For information about our capital expenditures and investments, see the “Capital Spending” section.

Our debt balance at September 30, 2014, was $21.2 billion, a decrease of $475 million from the balance at December 31, 2013. Our short-term debt balance at September 30, 2014, increased $1.1 billion compared with December 31, 2013, primarily as a result of the timing of scheduled maturities. During the first nine months of 2014, we repaid notes at maturity totaling $400 million. In October 2014 we notified holders of the outstanding $1.5 billion 4.60% Notes due January 2015 that early redemption will occur in November 2014. For more information, see Note 8—Debt, in the Notes to Consolidated Financial Statements.

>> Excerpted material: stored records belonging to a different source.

export function createRoomRegistry(deps: { storage: Storage; limits: Limits; log: Logger }) {
  const { storage, limits, log } = deps;
  const rooms = new Map<string, Room>();
  const stats: RoomStats = { roomsLoaded: 0, connections: 0, updatesStored: 0, viewUpdatesDropped: 0, compactions: 0, commits: 0, mergedBroadcasts: 0 };
  const roomTag = (id: string) => id.slice(0, 8);

  function send(conn: Connection, frame: Uint8Array): void {
    if (conn.closed || conn.ws.readyState !== conn.ws.OPEN) return;
    // a client that stops reading must not grow the server's memory without bound
    if (conn.ws.bufferedAmount > 16 * limits.maxMessageBytes) {
      log.warn('connection too slow, dropped', { room: roomTag(conn.room.id), key: conn.keyTag });
      conn.closed = true;
      conn.ws.terminate();
      return;
    }
    conn.ws.send(frame, (err) => {
      if (err) log.debug('send failed', { room: roomTag(conn.room.id), err: err.message });
    });
  }

  function compact(room: Room, why: string): void {
    if (room.pendingUpdates === 0) return;
    const snapshot = Y.encodeStateAsUpdate(room.doc);
    storage.writeSnapshot(room.id, snapshot, room.lastSeq);
    log.debug('compacted', { room: roomTag(room.id), why, updates: room.pendingUpdates, bytes: snapshot.length });
    room.storedBytes = snapshot.length;
    room.pendingUpdates = 0;
    room.lastCompactedAt = Date.now();
    stats.compactions++;
  }

  function loadRoom(id: string): Room {
    const stored = storage.loadRoom(id);
    const doc = new Y.Doc({ gc: true });
    let storedBytes = 0;
    let skipped = 0;
    if (stored.snapshot) {
      Y.applyUpdate(doc, stored.snapshot);
      storedBytes += stored.snapshot.length;
    }
    for (const u of stored.updates) {
      try {
        Y.applyUpdate(doc, u.data);
      } catch (err) {
        skipped++;
        log.error('stored update does not apply, skipped', { room: roomTag(id), seq: u.seq, err: String(err) });
      }
      storedBytes += u.data.length;
    }
    const awareness = new awarenessProtocol.Awareness(doc);
    awareness.setLocalState(null);
    const room: Room = {
      id,
      doc,
      awareness,
      conns: new Set(),
      storedBytes,
      lastSeq: stored.updates.length ? stored.updates[stored.updates.length - 1].seq : 0,
      pendingUpdates: stored.updates.length,
      lastCompactedAt: Date.now(),
      queue: [],
      queuedBytes: 0,
      flushScheduled: false,
      holdBroadcast: false,
    };
    doc.on('update', (update: Uint8Array, origin: unknown) => {
      if (room.holdBroadcast) return;
      const frame = encodeUpdateMessage(update);
      for (const c of room.conns) if (c !== origin) send(c, frame);
    });
    awareness.on('update', ({ added, updated, removed }: { added: number[]; updated: number[]; removed: number[] }, origin: unknown) => {
      const changed = added.concat(updated, removed);
      if (changed.length === 0) return;
      const from = room.conns.has(origin as Connection) ? (origin as Connection) : null;
      if (from) {
        for (const id of added) from.awarenessIds.add(id);
        for (const id of removed) from.awarenessIds.delete(id);
      }
      const frame = encodeAwarenessMessage(awareness, changed);
      for (const c of room.conns) if (c !== from) send(c, frame);
    });
    rooms.set(id, room);
    stats.roomsLoaded = rooms.size;
    log.info('room loaded', { room: roomTag(id), updates: stored.updates.length, bytes: storedBytes, skipped });
    return room;
  }

  function unloadRoom(room: Room): void {
    flush(room);
    try {
      compact(room, 'unload');
    } catch (err) {
      log.error('compaction on unload failed', { room: roomTag(room.id), err: String(err) });
    }
    room.awareness.destroy();
    room.doc.destroy();
    rooms.delete(room.id);
    stats.roomsLoaded = rooms.size;
    log.info('room unloaded', { room: roomTag(room.id) });
  }

  function closeConnection(conn: Connection, code: number, reason: string): void {
    if (conn.closed) return;
    conn.closed = true;
    log.info('connection closed by server', { room: roomTag(conn.room.id), key: conn.keyTag, role: conn.role, code, reason });
    conn.ws.close(code, reason);
  }

  function leave(conn: Connection): void {
    const room = conn.room;
    if (!room.conns.delete(conn)) return;
    stats.connections--;
    conn.closed = true;
    if (conn.awarenessIds.size > 0) {
      awarenessProtocol.removeAwarenessStates(room.awareness, Array.from(conn.awarenessIds), null);
    }
    if (room.conns.size === 0) unloadRoom(room);
  }

  function applyDocUpdate(conn: Connection, update: Uint8Array): void {
    const room = conn.room;
    if (room.storedBytes + room.queuedBytes + update.length > limits.maxDocBytes) {
      flush(room);
      compact(room, 'size check');
      if (room.storedBytes + update.length > limits.maxDocBytes) {
        closeConnection(conn, closeCodes.docTooLarge, 'document size limit reached');
        return;
      }
    }
    room.queue.push({ conn, update });
    room.queuedBytes += update.length;
    if (!room.flushScheduled) {
      room.flushScheduled = true;
      setImmediate(() => flush(room));
    }
  }

  /** Commits the room's queued updates in one transaction, then applies and broadcasts them in order. */
  function flush(room: Room): void {
    room.flushScheduled = false;
    if (room.queue.length === 0) return;
    const batch = room.queue;
    room.queue = [];
    room.queuedBytes = 0;
    let seqs: number[];
    try {
      seqs = storage.appendUpdates(room.id, batch.map((b) => b.update));
    } catch (err) {
      log.error('storing updates failed', { room: roomTag(room.id), updates: batch.length, err: String(err) });
      for (const c of new Set(batch.map((b) => b.conn))) closeConnection(c, closeCodes.internalError, 'storage failure');
      return;
    }
    // One update: broadcast by the doc's 'update' event to all but its sender. Several: one merged
    // update per connection for the whole batch (one frame instead of one per update; a sender
    // receiving its own updates back is a no-op in Yjs).
    const merge = batch.length > 1;
    room.holdBroadcast = merge;
    try {
      for (let i = 0; i < batch.length; i++) {
        const { conn, update } = batch[i];
        room.lastSeq = seqs[i];
        room.storedBytes += update.length;
        room.pendingUpdates++;
        stats.updatesStored++;
        Y.applyUpdate(room.doc, update, conn);
        // compaction covers seq <= lastSeq only: the rest of the batch stays stored until it is applied
        if (room.pendingUpdates >= limits.compactEveryUpdates) compact(room, 'count');
      }
    } finally {
      room.holdBroadcast = false;
    }
    stats.commits++;
    if (merge) {
      const frame = encodeUpdateMessage(Y.mergeUpdates(batch.map((b) => b.update)));
      const senders = new Set(batch.map((b) => b.conn));
      const only = senders.size === 1 ? batch[0].conn : null;
      for (const c of room.conns) if (c !== only) send(c, frame);
      stats.mergedBroadcasts++;
    }
  }

  function handleFrame(conn: Connection, frame: Uint8Array): void {
    if (conn.closed) return;
    const msg = decodeClientMessage(frame);
    switch (msg.kind) {
      case 'syncStep1':
        send(conn, encodeSyncStep2(conn.room.doc, msg.stateVector));
        return;
      case 'docUpdate':
        if (conn.role !== 'edit') {
          stats.viewUpdatesDropped++;
          log.debug('update from view key dropped', { room: roomTag(conn.room.id), key: conn.keyTag, bytes: msg.update.length });
          return;
        }
        applyDocUpdate(conn, msg.update);
        return;
      case 'awareness': {
        const ids = awarenessClientIds(msg.update);
        // a connection may not speak for a client id that another connection in the room owns
        for (const other of conn.room.conns) {
          if (other !== conn && ids.some((id) => other.awarenessIds.has(id))) {
            log.debug('awareness for a foreign client id ignored', { room: roomTag(conn.room.id), key: conn.keyTag });
            return;
          }
        }
        awarenessProtocol.applyAwarenessUpdate(conn.room.awareness, msg.update, conn);
        // ids that re-announce an unchanged state emit no 'update'; remember them anyway
        for (const id of ids) {
          if (conn.room.awareness.getStates().has(id)) conn.awarenessIds.add(id);
        }
        return;
      }
      case 'queryAwareness': {
        const ids = Array.from(conn.room.awareness.getStates().keys());
        if (ids.length) send(conn, encodeAwarenessMessage(conn.room.awareness, ids));
        return;
      }
    }
  }

  return {
    /**
     * Puts an open websocket into the room `roomId` with `role`. Sends the role message, then (edit)
     * sync step 1, then the awareness states of the others. Returns null if a limit refused it.
     */
    join(ws: WebSocket, a: { roomId: string; role: Role; keyHash: string; keyTag: string }): Connection | null {
      if (stats.connections >= limits.maxConnections) {
        ws.close(closeCodes.serverFull, 'server connection limit reached');
        log.warn('connection refused: server full', { key: a.keyTag });
        return null;
      }
      const existing = rooms.get(a.roomId);
      if (existing && existing.conns.size >= limits.maxConnectionsPerRoom) {
        ws.close(closeCodes.roomFull, 'room connection limit reached');
        log.warn('connection refused: room full', { room: roomTag(a.roomId), key: a.keyTag });
        return null;
      }
      const room = existing ?? loadRoom(a.roomId);
      const conn: Connection = { ws, role: a.role, keyHash: a.keyHash, keyTag: a.keyTag, room, awarenessIds: new Set(), alive: true, closed: false };
      room.conns.add(conn);
      stats.connections++;
      ws.on('message', (data, isBinary) => {
        if (conn.closed) return;
        if (!isBinary) {
          closeConnection(conn, closeCodes.malformed, 'text frames are not part of the protocol');
          return;
        }
        const frame = Array.isArray(data) ? Buffer.concat(data) : data instanceof ArrayBuffer ? new Uint8Array(data) : data;
        try {
          handleFrame(conn, new Uint8Array(frame.buffer, frame.byteOffset, frame.byteLength));
        } catch (err) {
          if (err instanceof ProtocolError) {
            closeConnection(conn, closeCodes.malformed, ('malformed message: ' + err.message).slice(0, 120));
          } else {
            log.error('message handling failed', { room: roomTag(room.id), key: conn.keyTag, err: String(err) });
            closeConnection(conn, closeCodes.internalError, 'internal error');
          }
        }
      });
      ws.on('pong', () => {
        conn.alive = true;
      });
      ws.on('close', () => leave(conn));
      ws.on('error', (err) => {
        // e.g. frame over maxPayload: `ws` closes with 1009 itself
        log.info('connection error', { room: roomTag(room.id), key: conn.keyTag, err: err.message });
      });
      log.info('connection joined', { room: roomTag(room.id), key: conn.keyTag, role: conn.role, inRoom: room.conns.size });
      send(conn, encodeRoleMessage(conn.role));
      if (conn.role === 'edit') send(conn, encodeSyncStep1(room.doc));
      const ids = Array.from(room.awareness.getStates().keys());
      if (ids.length) send(conn, encodeAwarenessMessage(room.awareness, ids));
      return conn;
    },
    /** Closes every live connection that came in with the given key hash. */
    closeConnectionsWithKey(keyHash: string, code: number, reason: string): number {
      let n = 0;
      for (const room of rooms.values()) {
        for (const c of room.conns) {
          if (c.keyHash === keyHash) {
            closeConnection(c, code, reason);
            n++;
          }
        }
      }
      return n;
    },
    /** Closes every live connection of `role` in the room (after that role's key was rotated). */
    closeRoleInRoom(roomId: string, role: Role, code: number, reason: string): number {
      const room = rooms.get(roomId);
      if (!room) return 0;
      let n = 0;
      for (const c of room.conns) {
        if (c.role === role) {
          closeConnection(c, code, reason);
          n++;
        }
      }
      return n;
    },
    /** Compacts rooms with pending updates older than the interval; pings and drops dead sockets. */
    tick(now = Date.now()): void {
      for (const room of rooms.values()) {
        if (room.pendingUpdates > 0 && now - room.lastCompactedAt >= limits.compactIntervalMs) {
          try {
            compact(room, 'interval');
          } catch (err) {
            log.error('compaction failed', { room: roomTag(room.id), err: String(err) });
          }
        }
      }
    },
    ping(): void {
      for (const room of rooms.values()) {
        for (const c of room.conns) {
          if (!c.alive) {
            c.closed = true;
            c.ws.terminate();
            continue;
          }
          c.alive = false;
          c.ws.ping();
        }
      }
    },
    /** Compacts every loaded room now (e.g. on shutdown). */
    compactAll(why = 'request'): void {
      for (const room of rooms.values()) {
        flush(room);
        compact(room, why);
      }
    },
    /** Closes every connection (1001) and unloads every room. */
    closeAll(): void {
      for (const room of Array.from(rooms.values())) {
        for (const c of Array.from(room.conns)) {
          closeConnection(c, closeCodes.goingAway, 'server shutting down');
          leave(c);
        }
        if (rooms.has(room.id)) unloadRoom(room);
      }
    },
    /** The room's whole document as one update: from memory when loaded, else rebuilt from storage. */
    currentState(roomId: string): Uint8Array {
      const loaded = rooms.get(roomId);
      if (loaded) return Y.encodeStateAsUpdate(loaded.doc);
      const stored = storage.loadRoom(roomId);
      const doc = new Y.Doc({ gc: true });
      if (stored.snapshot) Y.applyUpdate(doc, stored.snapshot);
      for (const u of stored.updates) {
        try {
          Y.applyUpdate(doc, u.data);
        } catch {
          // same rule as loading: an update that does not apply is skipped (and logged there)
        }
      }
      const state = Y.encodeStateAsUpdate(doc);
      doc.destroy();
      return state;
    },
    /** The loaded room with this internal id, if any (tests and stats). */
    loadedRoom(id: string): Room | undefined {
      return rooms.get(id);
    },
    stats(): RoomStats {
      return { ...stats };
    },
  };
}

In July 2014 we announced a 5.8 percent increase in the quarterly dividend rate to 73 cents per share. The dividend was paid September 2, 2014, to stockholders of record at the close of business on July 21, 2014. In October 2014 we announced a dividend of 73 cents per share. The dividend will be paid December 1, 2014, to stockholders of record at the close of business on October 14, 2014.

Capital Spending

Millions of Dollars
Nine Months Ended
September 30
2014 2013

Alaska

$ 1,174 836

Lower 48

4,353 3,885

Canada

1,750 1,602

Europe

1,912 2,326

Asia Pacific and Middle East

3,019 2,306

Other International

403 229

Corporate and Other

118 97

Capital expenditures and investments from continuing operations

$ 12,729 11,281

Discontinued operations in Kashagan, Nigeria and Algeria

$ 59 540

Joint venture acquisition obligation (principal)—Canada

575

Capital Program

$ 12,788 12,396

During the first nine months of 2014, capital expenditures and investments from continuing operations supported key exploration and development programs, primarily:

Oil and natural gas development and exploration activities in the Lower 48, including the Eagle Ford, Bakken and Niobrara shale plays, and the Permian Basin.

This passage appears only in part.